What is being asked: The lines to repeat are those below from the one containing "private static int[]" down to the one containing "RepresentativeMaps reps = solver.lastResult().representatives();", both included; reproduce them exactly and nothing else.

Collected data
•••

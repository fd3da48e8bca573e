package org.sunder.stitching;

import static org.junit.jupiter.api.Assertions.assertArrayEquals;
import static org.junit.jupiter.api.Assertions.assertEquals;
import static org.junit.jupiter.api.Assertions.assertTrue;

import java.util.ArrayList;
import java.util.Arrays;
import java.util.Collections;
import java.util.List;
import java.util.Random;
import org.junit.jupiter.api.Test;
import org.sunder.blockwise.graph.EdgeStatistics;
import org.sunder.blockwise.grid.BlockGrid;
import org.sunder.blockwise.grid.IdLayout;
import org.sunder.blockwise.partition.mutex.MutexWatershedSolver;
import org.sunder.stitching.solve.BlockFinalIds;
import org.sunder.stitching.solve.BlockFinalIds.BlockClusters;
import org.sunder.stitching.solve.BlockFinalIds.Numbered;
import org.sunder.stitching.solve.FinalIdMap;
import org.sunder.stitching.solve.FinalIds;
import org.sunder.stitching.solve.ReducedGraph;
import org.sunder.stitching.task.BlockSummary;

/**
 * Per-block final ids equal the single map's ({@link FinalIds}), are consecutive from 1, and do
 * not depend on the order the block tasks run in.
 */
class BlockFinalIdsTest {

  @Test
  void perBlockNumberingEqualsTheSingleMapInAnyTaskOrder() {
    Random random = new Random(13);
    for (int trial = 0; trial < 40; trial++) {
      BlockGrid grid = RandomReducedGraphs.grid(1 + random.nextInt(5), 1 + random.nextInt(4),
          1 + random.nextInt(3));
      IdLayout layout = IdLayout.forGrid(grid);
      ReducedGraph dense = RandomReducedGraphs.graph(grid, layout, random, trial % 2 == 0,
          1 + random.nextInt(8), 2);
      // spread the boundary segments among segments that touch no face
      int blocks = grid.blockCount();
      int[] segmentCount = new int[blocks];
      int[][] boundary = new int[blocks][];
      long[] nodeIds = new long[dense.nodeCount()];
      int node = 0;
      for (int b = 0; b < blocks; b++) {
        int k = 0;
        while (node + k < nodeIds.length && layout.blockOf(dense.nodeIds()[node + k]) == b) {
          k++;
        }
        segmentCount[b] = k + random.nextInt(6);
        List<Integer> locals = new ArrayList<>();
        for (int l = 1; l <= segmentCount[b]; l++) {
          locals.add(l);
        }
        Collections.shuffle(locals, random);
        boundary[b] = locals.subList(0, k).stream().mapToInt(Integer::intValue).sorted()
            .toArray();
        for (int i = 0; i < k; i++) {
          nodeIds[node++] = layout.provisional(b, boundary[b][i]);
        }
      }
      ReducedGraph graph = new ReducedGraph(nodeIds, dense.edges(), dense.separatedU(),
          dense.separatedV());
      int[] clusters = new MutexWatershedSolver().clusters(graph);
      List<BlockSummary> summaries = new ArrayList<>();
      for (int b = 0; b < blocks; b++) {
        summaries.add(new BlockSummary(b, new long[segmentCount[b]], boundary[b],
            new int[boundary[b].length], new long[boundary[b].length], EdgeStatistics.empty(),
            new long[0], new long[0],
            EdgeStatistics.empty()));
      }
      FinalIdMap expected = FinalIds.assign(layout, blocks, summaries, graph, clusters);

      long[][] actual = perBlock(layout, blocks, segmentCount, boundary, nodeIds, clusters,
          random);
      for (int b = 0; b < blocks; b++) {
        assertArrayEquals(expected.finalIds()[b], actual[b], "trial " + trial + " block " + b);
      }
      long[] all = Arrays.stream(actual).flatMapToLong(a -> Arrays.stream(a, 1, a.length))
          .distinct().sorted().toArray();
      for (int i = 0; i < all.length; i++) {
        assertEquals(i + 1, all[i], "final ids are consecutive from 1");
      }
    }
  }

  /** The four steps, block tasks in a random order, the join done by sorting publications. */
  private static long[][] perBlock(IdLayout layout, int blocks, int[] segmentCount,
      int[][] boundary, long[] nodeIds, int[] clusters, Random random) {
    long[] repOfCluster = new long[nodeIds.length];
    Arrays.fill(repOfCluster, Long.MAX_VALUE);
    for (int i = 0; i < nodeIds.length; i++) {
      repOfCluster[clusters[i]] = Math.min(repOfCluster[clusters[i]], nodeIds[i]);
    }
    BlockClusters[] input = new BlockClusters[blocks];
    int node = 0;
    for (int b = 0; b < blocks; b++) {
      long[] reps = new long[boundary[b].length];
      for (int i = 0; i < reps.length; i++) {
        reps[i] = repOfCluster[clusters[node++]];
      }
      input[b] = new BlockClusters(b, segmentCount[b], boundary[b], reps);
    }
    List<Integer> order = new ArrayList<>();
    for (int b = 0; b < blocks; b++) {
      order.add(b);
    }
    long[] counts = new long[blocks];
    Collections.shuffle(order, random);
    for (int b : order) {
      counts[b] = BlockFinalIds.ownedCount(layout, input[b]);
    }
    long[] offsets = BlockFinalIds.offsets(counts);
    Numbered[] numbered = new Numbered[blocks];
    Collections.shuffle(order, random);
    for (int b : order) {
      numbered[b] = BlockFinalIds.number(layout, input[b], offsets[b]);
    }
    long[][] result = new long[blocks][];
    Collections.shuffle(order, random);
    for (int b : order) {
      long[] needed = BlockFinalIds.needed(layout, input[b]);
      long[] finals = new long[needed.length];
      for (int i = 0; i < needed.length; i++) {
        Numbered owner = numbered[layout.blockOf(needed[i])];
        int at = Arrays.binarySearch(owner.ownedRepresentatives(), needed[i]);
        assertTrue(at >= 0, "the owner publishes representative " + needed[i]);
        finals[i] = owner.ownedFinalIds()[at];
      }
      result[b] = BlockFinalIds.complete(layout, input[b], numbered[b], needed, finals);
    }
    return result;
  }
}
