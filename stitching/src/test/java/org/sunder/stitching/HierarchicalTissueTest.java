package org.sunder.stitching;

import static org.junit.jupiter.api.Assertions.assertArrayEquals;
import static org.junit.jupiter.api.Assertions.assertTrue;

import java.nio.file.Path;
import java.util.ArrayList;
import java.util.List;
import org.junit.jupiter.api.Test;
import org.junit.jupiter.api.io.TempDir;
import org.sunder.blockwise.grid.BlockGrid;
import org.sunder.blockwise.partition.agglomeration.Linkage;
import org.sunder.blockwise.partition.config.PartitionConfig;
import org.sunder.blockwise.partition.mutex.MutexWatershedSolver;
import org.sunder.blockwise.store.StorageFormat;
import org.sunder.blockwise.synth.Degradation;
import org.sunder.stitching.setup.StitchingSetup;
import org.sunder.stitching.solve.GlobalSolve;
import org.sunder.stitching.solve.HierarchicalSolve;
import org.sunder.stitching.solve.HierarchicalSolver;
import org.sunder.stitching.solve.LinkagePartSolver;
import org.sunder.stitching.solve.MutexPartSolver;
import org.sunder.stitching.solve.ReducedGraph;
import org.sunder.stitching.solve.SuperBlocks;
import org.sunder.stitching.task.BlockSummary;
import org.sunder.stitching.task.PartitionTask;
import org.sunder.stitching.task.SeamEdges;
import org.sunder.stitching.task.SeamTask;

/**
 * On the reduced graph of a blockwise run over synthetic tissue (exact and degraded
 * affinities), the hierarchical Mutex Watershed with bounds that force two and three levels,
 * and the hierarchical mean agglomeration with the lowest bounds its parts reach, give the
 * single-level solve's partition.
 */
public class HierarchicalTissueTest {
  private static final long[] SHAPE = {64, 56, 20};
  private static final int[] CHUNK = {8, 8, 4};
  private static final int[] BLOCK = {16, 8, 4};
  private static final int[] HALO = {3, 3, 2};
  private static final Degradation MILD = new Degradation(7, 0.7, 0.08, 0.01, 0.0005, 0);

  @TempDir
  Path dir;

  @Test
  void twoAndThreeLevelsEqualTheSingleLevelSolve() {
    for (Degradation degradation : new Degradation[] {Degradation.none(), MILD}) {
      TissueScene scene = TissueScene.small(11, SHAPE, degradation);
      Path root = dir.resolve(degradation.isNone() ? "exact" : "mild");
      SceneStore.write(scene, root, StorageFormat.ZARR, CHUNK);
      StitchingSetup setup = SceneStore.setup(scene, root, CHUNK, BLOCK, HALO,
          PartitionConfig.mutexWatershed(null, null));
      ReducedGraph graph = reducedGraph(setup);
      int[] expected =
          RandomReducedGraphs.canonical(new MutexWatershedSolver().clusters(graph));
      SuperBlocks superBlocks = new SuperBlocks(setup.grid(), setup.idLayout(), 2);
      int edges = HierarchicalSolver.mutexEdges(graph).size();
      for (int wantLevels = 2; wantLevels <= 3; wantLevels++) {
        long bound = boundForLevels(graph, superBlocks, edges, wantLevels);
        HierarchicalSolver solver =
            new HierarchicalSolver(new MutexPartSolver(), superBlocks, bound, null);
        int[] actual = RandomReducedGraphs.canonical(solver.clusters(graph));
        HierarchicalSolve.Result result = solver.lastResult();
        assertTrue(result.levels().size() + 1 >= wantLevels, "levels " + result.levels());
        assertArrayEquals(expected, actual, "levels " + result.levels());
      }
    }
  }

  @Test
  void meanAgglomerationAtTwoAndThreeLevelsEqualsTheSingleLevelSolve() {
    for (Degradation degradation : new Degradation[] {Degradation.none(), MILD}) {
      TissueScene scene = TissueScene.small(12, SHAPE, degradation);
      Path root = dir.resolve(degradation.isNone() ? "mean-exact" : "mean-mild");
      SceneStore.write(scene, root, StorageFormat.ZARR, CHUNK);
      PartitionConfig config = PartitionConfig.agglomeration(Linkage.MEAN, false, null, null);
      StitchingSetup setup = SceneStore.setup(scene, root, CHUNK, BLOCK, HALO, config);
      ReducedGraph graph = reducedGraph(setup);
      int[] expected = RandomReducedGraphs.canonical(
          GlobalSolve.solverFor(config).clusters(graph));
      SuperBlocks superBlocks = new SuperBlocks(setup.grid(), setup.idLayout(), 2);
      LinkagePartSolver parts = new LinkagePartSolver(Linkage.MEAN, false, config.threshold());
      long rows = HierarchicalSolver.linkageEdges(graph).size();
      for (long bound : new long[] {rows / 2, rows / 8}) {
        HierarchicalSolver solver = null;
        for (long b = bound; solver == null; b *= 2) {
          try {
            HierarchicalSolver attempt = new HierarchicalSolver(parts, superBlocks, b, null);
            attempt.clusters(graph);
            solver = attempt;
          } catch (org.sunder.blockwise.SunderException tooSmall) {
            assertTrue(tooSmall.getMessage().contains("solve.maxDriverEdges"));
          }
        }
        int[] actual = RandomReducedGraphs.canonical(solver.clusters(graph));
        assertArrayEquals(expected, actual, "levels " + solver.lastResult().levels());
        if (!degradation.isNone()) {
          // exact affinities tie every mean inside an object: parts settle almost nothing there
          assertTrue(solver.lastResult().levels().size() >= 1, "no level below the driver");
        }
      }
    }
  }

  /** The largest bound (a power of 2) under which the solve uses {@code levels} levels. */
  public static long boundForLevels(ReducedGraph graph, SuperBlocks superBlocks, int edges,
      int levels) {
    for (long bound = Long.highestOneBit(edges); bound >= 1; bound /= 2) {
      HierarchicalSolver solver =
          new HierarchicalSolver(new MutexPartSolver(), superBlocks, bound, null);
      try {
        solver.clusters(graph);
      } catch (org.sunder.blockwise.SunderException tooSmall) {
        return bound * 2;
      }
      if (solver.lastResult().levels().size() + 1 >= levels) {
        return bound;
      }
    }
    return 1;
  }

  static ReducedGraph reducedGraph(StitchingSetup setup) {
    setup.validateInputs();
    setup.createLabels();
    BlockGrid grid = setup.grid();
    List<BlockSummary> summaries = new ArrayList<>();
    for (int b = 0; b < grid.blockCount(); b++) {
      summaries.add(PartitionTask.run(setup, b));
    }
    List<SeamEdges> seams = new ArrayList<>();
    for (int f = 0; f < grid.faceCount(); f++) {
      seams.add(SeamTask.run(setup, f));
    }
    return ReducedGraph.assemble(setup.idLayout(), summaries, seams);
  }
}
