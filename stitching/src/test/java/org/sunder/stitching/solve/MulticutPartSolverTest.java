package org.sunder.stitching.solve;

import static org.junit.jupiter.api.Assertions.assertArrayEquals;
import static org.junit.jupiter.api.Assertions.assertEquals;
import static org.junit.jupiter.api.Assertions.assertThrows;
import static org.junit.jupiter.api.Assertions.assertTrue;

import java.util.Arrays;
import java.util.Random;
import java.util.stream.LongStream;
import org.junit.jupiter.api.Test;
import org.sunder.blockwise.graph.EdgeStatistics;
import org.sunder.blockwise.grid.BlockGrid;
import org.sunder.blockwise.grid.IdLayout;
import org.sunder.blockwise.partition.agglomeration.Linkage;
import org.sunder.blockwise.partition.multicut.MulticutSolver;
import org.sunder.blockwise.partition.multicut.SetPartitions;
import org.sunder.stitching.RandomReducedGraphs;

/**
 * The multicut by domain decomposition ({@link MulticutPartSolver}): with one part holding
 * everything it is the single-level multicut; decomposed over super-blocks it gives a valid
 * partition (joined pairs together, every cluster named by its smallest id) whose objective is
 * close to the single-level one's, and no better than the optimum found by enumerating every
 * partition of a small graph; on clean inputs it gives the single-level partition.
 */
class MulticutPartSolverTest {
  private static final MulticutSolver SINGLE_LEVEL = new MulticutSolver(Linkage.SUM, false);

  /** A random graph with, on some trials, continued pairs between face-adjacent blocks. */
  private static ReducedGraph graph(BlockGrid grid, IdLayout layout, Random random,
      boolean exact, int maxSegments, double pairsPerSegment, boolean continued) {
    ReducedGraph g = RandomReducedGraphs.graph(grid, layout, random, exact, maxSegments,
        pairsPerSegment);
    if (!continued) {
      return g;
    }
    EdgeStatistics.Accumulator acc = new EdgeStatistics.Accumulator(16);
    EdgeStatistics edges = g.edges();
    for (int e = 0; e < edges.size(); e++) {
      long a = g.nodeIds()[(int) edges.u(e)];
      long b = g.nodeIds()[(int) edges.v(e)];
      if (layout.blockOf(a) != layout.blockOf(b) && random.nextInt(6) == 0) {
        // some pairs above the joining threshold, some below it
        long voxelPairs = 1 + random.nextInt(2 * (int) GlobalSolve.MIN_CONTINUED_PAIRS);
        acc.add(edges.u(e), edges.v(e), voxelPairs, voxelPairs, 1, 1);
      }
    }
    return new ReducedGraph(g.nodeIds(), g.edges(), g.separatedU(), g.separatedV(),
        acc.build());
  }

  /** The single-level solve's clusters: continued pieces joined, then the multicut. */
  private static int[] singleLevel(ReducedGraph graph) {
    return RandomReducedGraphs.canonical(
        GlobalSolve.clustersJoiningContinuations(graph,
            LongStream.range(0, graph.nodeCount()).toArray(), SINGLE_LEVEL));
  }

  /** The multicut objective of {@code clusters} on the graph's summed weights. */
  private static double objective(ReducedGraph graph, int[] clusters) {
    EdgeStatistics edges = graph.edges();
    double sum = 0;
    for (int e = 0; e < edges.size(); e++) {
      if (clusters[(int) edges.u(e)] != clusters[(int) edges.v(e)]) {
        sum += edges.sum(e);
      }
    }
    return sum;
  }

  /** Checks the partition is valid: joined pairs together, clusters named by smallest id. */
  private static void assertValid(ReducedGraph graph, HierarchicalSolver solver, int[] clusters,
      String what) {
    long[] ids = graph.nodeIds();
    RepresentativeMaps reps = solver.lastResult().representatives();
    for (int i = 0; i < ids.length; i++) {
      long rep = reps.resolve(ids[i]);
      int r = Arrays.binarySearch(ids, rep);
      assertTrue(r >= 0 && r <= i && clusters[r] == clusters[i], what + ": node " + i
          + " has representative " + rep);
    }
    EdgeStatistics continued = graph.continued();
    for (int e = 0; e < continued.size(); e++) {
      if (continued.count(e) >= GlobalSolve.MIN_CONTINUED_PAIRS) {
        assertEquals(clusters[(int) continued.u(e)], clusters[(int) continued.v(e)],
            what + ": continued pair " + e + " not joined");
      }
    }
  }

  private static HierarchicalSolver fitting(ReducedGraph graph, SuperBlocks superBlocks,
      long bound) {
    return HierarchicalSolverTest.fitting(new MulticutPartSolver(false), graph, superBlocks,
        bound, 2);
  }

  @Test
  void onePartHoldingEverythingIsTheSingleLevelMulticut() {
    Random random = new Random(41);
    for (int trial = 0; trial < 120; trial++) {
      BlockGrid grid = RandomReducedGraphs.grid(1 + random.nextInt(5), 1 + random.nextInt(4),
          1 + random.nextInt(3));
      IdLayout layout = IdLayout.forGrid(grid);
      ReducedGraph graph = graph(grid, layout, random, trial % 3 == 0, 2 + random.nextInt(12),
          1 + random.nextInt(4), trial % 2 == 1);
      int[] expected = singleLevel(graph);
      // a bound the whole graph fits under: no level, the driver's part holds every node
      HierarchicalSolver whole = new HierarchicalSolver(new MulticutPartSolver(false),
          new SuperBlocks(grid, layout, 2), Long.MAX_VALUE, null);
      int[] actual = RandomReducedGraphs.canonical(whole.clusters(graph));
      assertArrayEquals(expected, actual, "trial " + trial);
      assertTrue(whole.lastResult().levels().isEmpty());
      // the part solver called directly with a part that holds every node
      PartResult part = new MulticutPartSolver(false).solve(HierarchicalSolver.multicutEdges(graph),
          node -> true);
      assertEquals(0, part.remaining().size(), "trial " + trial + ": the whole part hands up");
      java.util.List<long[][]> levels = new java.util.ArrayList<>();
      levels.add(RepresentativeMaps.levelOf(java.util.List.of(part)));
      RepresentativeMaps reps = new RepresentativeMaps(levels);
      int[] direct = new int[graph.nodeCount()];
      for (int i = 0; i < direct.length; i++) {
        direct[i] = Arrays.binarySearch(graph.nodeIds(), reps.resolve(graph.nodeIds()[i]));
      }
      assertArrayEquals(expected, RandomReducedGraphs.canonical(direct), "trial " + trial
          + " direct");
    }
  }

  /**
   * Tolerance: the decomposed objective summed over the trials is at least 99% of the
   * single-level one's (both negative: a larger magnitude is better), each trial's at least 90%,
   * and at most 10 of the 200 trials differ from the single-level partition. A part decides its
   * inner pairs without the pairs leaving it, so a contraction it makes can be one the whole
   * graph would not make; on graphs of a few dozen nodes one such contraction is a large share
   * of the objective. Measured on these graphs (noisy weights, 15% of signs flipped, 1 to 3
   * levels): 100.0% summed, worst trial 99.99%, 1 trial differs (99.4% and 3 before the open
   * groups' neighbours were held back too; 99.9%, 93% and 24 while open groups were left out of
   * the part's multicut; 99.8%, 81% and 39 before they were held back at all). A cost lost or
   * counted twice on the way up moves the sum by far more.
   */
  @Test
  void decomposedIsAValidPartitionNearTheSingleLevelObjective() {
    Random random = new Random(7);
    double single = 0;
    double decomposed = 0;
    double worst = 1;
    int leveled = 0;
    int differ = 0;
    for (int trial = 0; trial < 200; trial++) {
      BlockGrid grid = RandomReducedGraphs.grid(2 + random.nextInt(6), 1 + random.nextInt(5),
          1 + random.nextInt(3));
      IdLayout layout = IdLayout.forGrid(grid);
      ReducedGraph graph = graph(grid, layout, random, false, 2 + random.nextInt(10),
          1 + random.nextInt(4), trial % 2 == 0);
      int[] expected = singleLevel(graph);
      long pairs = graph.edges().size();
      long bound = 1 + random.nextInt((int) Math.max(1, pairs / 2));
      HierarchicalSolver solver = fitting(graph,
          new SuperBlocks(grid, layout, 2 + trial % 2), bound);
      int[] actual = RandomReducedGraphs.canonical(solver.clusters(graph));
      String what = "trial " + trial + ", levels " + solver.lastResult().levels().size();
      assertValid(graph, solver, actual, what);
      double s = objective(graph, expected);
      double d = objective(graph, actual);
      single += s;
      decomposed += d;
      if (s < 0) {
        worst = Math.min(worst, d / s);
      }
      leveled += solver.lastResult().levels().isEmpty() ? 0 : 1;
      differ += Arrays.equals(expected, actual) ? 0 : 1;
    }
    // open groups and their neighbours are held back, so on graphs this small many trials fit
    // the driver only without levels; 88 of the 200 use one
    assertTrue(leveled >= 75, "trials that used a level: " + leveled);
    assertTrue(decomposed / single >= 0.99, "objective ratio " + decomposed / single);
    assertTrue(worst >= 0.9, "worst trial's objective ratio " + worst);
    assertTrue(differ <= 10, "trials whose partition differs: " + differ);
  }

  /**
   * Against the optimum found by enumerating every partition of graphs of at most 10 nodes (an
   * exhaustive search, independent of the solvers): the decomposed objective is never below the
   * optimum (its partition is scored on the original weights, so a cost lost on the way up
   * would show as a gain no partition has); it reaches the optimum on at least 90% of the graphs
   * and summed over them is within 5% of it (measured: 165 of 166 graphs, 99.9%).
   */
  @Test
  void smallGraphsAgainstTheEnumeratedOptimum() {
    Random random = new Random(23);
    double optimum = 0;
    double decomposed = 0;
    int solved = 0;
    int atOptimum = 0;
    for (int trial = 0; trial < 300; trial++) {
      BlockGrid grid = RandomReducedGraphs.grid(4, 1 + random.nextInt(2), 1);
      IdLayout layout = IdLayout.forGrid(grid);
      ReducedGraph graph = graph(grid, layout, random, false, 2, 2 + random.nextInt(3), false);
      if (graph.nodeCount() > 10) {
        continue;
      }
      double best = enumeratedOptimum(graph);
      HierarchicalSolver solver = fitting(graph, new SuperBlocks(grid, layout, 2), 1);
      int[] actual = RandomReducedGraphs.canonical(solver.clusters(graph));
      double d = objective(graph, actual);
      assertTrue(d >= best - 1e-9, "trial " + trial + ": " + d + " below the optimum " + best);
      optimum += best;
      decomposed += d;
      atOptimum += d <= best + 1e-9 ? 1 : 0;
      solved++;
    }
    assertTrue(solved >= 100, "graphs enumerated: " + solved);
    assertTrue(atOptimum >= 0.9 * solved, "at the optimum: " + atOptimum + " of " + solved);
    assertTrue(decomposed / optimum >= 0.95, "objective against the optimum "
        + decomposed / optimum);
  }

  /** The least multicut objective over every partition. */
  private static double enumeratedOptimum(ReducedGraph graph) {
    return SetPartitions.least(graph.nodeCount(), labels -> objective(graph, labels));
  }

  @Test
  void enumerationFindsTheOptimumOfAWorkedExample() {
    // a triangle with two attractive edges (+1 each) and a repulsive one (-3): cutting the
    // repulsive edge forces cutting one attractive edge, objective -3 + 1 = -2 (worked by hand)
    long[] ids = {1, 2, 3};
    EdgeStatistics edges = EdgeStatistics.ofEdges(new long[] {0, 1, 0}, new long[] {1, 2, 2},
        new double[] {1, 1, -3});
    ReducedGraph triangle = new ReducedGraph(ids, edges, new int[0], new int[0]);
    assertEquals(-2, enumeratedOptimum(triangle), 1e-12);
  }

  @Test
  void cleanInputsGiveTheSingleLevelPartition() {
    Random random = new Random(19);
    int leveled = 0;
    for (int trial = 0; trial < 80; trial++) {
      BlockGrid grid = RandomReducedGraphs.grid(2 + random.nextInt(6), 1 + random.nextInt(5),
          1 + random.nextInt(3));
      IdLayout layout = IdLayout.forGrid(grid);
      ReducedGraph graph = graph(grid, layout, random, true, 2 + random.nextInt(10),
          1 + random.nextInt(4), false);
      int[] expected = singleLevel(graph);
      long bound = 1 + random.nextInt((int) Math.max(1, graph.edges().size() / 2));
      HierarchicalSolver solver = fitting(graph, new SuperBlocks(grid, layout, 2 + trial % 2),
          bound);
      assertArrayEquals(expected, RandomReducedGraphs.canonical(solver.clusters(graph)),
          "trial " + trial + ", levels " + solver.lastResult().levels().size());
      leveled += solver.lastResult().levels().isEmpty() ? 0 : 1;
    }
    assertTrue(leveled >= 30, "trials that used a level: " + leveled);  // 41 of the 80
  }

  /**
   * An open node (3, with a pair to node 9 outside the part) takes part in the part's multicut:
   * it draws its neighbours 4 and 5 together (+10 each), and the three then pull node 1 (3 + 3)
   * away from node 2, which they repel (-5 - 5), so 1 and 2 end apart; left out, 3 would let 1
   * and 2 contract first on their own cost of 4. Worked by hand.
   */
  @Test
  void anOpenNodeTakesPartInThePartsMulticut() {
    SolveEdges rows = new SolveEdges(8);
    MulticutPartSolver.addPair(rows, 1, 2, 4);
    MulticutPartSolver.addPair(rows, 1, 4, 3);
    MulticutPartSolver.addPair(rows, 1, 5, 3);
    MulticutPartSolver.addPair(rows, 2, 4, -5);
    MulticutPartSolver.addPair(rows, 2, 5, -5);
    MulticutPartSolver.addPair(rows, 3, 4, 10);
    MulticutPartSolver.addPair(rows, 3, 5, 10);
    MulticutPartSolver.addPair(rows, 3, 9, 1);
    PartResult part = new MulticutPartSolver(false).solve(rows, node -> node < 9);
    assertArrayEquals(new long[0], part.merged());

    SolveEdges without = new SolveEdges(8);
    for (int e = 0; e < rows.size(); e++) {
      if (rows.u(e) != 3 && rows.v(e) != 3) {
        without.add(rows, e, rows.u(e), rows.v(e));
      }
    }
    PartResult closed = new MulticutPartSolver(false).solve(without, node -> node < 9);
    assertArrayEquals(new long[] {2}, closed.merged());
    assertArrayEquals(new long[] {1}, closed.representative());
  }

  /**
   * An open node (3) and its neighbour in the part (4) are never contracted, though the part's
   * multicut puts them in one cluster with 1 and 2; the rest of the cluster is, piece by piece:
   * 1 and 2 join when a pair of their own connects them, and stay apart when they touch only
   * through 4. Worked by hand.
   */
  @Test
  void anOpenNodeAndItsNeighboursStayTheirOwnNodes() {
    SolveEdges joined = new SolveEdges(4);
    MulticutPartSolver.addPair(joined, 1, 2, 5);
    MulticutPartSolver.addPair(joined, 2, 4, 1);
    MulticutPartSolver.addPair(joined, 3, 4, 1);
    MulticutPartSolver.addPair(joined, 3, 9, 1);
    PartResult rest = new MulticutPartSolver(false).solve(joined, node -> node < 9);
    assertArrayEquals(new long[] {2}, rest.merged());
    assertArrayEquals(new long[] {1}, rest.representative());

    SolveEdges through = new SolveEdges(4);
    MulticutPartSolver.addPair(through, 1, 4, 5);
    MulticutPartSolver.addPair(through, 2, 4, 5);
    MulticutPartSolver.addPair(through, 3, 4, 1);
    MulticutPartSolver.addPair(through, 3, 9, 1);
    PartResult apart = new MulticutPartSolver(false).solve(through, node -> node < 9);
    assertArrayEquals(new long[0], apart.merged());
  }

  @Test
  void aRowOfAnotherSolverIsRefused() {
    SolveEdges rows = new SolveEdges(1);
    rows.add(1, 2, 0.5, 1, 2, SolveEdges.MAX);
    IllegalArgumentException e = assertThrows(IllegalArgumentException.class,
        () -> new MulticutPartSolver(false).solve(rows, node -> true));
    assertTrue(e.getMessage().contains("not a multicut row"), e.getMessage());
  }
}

•••

The answer:
  private static int[] singleLevel(ReducedGraph graph) {
    return RandomReducedGraphs.canonical(
        GlobalSolve.clustersJoiningContinuations(graph,
            LongStream.range(0, graph.nodeCount()).toArray(), SINGLE_LEVEL));
  }

  /** The multicut objective of {@code clusters} on the graph's summed weights. */
  private static double objective(ReducedGraph graph, int[] clusters) {
    EdgeStatistics edges = graph.edges();
    double sum = 0;
    for (int e = 0; e < edges.size(); e++) {
      if (clusters[(int) edges.u(e)] != clusters[(int) edges.v(e)]) {
        sum += edges.sum(e);
      }
    }
    return sum;
  }

  /** Checks the partition is valid: joined pairs together, clusters named by smallest id. */
  private static void assertValid(ReducedGraph graph, HierarchicalSolver solver, int[] clusters,
      String what) {
    long[] ids = graph.nodeIds();
    RepresentativeMaps reps = solver.lastResult().representatives();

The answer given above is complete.